I just don't think I can justify spending several hundred on a vise like a Wilton when it will not see much heavy abuse. I have searched craigslist and there wasn't too much on there. I realize you can probably find them at yard sales and auctions but I just don't have the time running around to the auctions.


----------



## Tom King (Nov 22, 2013)

I don't understand why one would use a 4" vise to sharpen a chain, unless you will be holding the bar with it. I always just tighten the chain on the bar, and sharpen it sitting on a log, or standing at the tailgate of the pickup. I don't remember ever sharpening one in the shop on a saw. We whet at each fillup wherever we are. Two or three strokes per tooth there, or some greater total if you wait until it gets dull. I just hold the bar with my left hand, and file with my right, both ways.

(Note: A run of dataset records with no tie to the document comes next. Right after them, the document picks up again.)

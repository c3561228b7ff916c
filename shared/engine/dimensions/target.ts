/** Whether an expression fits the unit asked for, by `to`, by the line or by `numerical_value`. */
import type { LooseProblem, Repair } from '../../errors/problem'
import type { Expression, UnitPhrase } from '../parse/expression'
import { mismatch, repairOf } from '../problems'
import { countsTurns, isOffset, namesAngle } from '../units/unit'
import type { Checking } from './checking'
import { dimension, sameDimension, turns, type Dimension } from './dimension'
import { isProduct, withTurns, type Factor } from './factors'
import { flatten, quantityFactor } from './flatten'
import { mending } from './mending'
import { differenceInOffset, temperatureKind } from './temperature'
import type { TurnCase } from './turns/turnCase'
import { turnsLeftOver } from './turns/turnsLeftOver'
import { turnsMissing } from './turns/turnsMissing'
import { inWords } from './words'

const torque = dimension({ mass: 1, length: 2, time: -2 })
const massTimesLength = dimension({ mass: 1, length: 1 })

const withoutArticle = (wanted: Dimension): string => inWords(wanted).replace(/^an? (?!quantity in)/, '')

/** `lb in` is mass times length; where a torque is expected, `lbf in` is meant. */
const poundForceRepair = (
  checking: Checking,
  node: Expression,
  own: Dimension,
  wanted: Dimension,
  unit: UnitPhrase,
): Repair | undefined => {
  const { text, to } = checking.parsed
  const meant = (phrase: UnitPhrase): string => phrase.text.replace(/\blbm?\b/, 'lbf')
  if (sameDimension(own, massTimesLength) && sameDimension(wanted, torque) && node.type === 'quantity') {
    const mended = checking.shown(node).replace(node.unit.text, meant(node.unit))
    const whole = text.slice(0, node.range.from) + mended + text.slice(node.range.to)
    return repairOf(`Write ${mended}`, checking.field, whole)
  }
  if (!sameDimension(own, torque) || !sameDimension(wanted, massTimesLength)) return undefined
  const label = `Show it in ${meant(unit)}`
  if (to === undefined) return repairOf(label, 'unit', meant(unit))
  const asked = text.lastIndexOf(unit.text)
  const whole = text.slice(0, asked) + meant(unit) + text.slice(asked + unit.text.length)
  return repairOf(label, checking.field, whole)
}

/** `node` is not what its unit asks for. */
export const targetMissed = (
  checking: Checking,
  node: Expression,
  own: Dimension,
  wanted: Dimension,
  unit: UnitPhrase,
): LooseProblem => {
  if (sameDimension(withTurns(own, 0), withTurns(wanted, 0))) {
    const factors: Factor[] = []
    if (isProduct(node)) flatten(checking, node, 1, factors)
    else factors.push(quantityFactor(node, 1, own))
    const { parsed, field } = checking
    const at: TurnCase = { parsed, field, node, factors, target: wanted, unit }
    return turns(own) === 0 ? turnsMissing(at, own) : turnsLeftOver(at)
  }
  const repair = poundForceRepair(checking, node, own, wanted, unit)
  const hint = repair ? ' lb is a mass; the force is lbf.' : mending(own, wanted)
  const message = `${checking.shown(node)} is ${inWords(own)}; ${unit.text} is a unit of ${withoutArticle(wanted)}.${hint}`
  return mismatch(message, checking.span(node), repair && [repair])
}

/** `n to rad/s`, `omega to rpm`: a single symbol or unit phrase whose own unit is a turn or names rad. */
const conversion = (
  checking: Checking,
  own: Dimension,
  wanted: Dimension,
  target: UnitPhrase,
): number | undefined => {
  const { root } = checking.parsed
  const single = root.type === 'group' ? root.inner : root
  if (single.type !== 'symbol' && single.type !== 'quantity') return undefined
  const unit = checking.unitOf(single)
  const leaves = turns(own)
  const arrives = turns(wanted)
  if (leaves !== 0 && arrives === 0 && namesAngle(target)) return (2 * Math.PI) ** leaves
  return leaves === 0 && arrives !== 0 && unit && namesAngle(unit) && countsTurns(target)
    ? (2 * Math.PI) ** -arrives
    : undefined
}

/** A difference of absolute temperatures, asked for in a unit that counts from a zero of its own. */
export const isDifferenceInOffset = (
  { unitOfName }: Checking,
  node: Expression,
  target: UnitPhrase,
): boolean => isOffset(target) && temperatureKind(node, unitOfName) === 'difference'

/** The scale from the computed number to SI; notes what does not fit. */
export const scaleToTarget = (
  checking: Checking,
  own: Dimension,
  wanted: Dimension,
  target: UnitPhrase,
): number => {
  const { root } = checking.parsed
  if (sameDimension(own, wanted)) {
    if (isDifferenceInOffset(checking, root, target))
      checking.note(differenceInOffset(target, root, checking.field))
    return 1
  }
  if (sameDimension(withTurns(own, 0), withTurns(wanted, 0))) {
    const scale = conversion(checking, own, wanted, target)
    if (scale !== undefined) return scale
  }
  checking.note(targetMissed(checking, root, own, wanted, target))
  return 1
}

I have one of the little clamps that you stick in a log, but it's not worth the trouble to drag around in the woods.


----------



## memory12 (Nov 19, 2013)

Tom King said:


> I don't understand why one would use a 4" vise to sharpen a chain, unless you will be holding the bar with it. I always just tighten the chain on the bar, and sharpen it sitting on a log, or standing at the tailgate of the pickup. I don't remember ever sharpening one in the shop on a saw. We whet at each fillup wherever we are. Two or three strokes per tooth there, or some greater total if you wait until it gets dull. I just hold the bar with my left hand, and file with my right, both ways.
> 
> I have one of the little clamps that you stick in a log, but it's not worth the trouble to drag around in the woods.


I am either holding the bar with it or another clamping device. One main reason for using a vise is to get it at the right height for me. I need to be standing straight to sharpen a chain. I can't be stooped over at all or it will kill my back. For that reason, I don't sharpen in the field much.

I just want a decent vise that will not break the bank.


----------



## woodnthings (Jan 24, 2009)

*I sharpen the chain on the bar in the vise*

I grab the bar below the chain so I can rotate the chain each time I sharpen a tooth. It doesn't have to come off the bar and it's at chest height for easy sharpening. I use an old Craftsman rotary tool with 3/16" round stone. Takes about 5 minutes to do a chain.
You can also use a round file.

I have a Larin vise, not bad for the price. I use an old 5" York vise. I got mine from this here:
http://www.wttool.com/index/page/product/product_id/42437/product_name/WT+5%22+Quick+Action+All+Steel+Vise&update_continue_shopping=true

Here's a whole bunch of other choices:
http://www.northerntool.com/shop/tools/NTESearch?escapeXml=false&ipp=24&storeId=6970&Ntt=bench+vise


----------